TASK OBJECTIVE: What you produce should be every line from the data that includes "against".

╭─ RECORDS SHOWN

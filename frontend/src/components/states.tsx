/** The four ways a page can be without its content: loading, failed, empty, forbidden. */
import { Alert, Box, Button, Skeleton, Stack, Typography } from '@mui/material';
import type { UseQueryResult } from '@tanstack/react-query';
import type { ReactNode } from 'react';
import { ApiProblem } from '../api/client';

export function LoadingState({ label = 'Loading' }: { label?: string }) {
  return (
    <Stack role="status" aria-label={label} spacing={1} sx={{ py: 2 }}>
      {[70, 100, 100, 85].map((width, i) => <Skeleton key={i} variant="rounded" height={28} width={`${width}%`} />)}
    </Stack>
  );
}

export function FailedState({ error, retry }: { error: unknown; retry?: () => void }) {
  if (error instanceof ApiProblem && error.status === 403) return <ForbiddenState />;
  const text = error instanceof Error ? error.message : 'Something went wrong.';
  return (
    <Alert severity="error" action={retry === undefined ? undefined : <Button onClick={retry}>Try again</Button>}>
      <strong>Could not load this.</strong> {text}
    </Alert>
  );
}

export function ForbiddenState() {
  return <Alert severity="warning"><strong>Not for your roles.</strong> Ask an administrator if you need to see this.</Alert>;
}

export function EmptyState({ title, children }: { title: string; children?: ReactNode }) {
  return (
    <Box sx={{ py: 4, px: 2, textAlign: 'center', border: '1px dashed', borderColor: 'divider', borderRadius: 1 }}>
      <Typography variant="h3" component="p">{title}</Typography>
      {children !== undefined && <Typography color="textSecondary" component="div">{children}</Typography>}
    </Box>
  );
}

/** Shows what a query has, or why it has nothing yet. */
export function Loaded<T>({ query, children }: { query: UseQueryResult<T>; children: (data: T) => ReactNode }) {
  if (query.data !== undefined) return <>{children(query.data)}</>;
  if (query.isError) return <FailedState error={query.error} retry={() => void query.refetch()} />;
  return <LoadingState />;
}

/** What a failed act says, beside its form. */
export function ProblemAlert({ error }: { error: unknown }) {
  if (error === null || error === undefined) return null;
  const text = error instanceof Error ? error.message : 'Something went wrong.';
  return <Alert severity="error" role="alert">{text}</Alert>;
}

╰─
╭─ RECORDS SHOWN

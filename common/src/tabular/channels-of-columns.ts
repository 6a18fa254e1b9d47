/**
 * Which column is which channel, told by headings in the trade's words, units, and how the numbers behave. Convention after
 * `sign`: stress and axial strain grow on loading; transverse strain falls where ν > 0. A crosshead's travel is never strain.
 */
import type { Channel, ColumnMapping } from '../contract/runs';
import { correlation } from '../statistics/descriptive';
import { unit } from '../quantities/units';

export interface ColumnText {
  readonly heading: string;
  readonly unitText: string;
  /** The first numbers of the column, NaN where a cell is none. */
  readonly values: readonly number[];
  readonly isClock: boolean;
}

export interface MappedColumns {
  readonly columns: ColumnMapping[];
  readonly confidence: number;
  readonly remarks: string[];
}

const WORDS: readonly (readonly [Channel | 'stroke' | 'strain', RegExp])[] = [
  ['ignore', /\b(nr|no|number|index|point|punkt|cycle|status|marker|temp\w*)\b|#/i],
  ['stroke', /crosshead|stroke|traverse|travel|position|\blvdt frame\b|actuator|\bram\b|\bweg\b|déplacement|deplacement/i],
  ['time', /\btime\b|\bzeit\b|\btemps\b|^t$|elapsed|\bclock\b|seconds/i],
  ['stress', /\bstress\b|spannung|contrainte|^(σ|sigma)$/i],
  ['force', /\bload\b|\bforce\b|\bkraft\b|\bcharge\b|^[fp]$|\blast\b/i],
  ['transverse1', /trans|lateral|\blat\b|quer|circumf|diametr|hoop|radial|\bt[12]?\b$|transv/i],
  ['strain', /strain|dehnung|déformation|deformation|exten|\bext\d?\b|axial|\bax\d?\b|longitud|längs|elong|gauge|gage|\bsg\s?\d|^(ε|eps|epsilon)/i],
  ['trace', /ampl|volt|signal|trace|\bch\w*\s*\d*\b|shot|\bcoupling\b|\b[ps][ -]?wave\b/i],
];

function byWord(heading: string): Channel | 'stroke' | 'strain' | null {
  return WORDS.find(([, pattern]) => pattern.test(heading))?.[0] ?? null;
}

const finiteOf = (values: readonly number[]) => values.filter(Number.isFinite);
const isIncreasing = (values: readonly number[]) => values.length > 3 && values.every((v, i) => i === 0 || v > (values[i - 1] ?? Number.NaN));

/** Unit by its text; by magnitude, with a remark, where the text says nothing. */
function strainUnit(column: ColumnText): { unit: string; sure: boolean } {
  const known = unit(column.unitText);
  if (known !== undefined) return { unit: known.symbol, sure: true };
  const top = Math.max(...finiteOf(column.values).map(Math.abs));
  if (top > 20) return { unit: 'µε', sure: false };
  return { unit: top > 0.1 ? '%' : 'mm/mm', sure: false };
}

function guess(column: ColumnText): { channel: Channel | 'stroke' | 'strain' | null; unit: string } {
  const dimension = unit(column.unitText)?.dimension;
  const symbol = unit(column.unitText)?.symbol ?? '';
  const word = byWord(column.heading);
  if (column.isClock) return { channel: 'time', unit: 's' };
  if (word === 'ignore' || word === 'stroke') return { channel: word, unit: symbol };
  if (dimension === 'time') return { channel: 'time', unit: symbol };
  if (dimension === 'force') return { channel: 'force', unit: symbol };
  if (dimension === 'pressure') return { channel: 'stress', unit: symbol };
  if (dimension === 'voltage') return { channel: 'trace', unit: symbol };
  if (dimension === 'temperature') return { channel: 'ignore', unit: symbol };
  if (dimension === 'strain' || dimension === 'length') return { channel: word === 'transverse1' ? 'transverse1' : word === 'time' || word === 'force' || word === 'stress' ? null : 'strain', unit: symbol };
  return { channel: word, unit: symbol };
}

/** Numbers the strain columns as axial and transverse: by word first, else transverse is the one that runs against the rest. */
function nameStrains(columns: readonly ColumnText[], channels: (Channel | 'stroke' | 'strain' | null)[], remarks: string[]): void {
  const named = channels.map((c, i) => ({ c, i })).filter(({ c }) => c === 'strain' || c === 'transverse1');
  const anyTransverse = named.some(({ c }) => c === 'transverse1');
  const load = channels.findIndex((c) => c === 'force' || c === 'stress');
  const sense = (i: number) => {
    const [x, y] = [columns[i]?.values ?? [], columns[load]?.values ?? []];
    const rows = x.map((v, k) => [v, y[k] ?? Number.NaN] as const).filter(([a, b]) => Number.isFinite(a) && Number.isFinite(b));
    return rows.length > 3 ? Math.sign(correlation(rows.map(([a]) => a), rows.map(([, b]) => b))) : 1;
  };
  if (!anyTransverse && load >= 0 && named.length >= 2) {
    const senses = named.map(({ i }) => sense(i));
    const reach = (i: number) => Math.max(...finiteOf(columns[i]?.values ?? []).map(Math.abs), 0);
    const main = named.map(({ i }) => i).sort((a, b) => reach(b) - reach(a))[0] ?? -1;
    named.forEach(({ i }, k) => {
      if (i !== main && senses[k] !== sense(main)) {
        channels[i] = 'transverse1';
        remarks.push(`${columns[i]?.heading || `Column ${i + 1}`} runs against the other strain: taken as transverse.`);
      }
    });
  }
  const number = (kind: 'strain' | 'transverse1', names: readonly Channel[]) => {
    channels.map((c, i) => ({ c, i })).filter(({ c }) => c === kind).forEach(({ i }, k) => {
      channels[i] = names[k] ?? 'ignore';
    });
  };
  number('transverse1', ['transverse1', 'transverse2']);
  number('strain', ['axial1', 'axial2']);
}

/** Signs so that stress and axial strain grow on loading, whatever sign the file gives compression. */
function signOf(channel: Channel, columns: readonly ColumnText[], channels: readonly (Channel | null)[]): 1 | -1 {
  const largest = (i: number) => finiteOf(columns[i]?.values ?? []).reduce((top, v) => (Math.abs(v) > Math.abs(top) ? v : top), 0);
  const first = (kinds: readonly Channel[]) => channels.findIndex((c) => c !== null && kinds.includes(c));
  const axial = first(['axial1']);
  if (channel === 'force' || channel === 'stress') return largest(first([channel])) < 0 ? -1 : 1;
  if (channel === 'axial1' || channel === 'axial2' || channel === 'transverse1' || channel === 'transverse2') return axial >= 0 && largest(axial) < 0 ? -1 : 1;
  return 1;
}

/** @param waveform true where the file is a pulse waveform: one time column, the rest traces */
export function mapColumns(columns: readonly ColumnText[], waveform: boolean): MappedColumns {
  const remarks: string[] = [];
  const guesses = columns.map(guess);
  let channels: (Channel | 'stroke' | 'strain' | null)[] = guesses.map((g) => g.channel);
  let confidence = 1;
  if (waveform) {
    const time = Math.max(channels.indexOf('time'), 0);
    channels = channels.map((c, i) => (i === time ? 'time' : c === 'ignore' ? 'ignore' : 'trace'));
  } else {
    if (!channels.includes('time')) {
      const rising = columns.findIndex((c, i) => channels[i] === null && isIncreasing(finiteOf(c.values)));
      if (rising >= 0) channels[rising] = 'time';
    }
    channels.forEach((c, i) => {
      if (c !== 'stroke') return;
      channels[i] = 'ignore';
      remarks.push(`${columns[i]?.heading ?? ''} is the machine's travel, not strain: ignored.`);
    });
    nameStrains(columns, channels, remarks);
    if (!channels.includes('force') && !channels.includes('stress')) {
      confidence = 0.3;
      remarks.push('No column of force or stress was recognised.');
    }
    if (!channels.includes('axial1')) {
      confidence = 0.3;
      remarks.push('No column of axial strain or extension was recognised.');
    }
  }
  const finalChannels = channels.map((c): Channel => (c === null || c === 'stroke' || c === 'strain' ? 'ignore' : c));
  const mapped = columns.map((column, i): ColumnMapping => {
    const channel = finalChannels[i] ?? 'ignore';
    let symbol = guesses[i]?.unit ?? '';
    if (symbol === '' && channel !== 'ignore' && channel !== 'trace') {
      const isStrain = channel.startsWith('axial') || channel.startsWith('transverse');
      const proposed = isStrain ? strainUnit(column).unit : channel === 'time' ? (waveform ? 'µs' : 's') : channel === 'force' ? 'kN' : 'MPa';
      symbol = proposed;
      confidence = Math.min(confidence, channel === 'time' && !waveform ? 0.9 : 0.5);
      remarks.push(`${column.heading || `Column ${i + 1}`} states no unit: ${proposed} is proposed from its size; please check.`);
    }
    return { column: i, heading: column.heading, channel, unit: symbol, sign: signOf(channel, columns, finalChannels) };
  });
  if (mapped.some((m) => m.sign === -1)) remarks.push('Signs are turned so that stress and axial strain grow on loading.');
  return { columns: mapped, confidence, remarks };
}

╰─

RESULT OF THE EXERCISE:
/** Numbers the strain columns as axial and transverse: by word first, else transverse is the one that runs against the rest. */
        remarks.push(`${columns[i]?.heading || `Column ${i + 1}`} runs against the other strain: taken as transverse.`);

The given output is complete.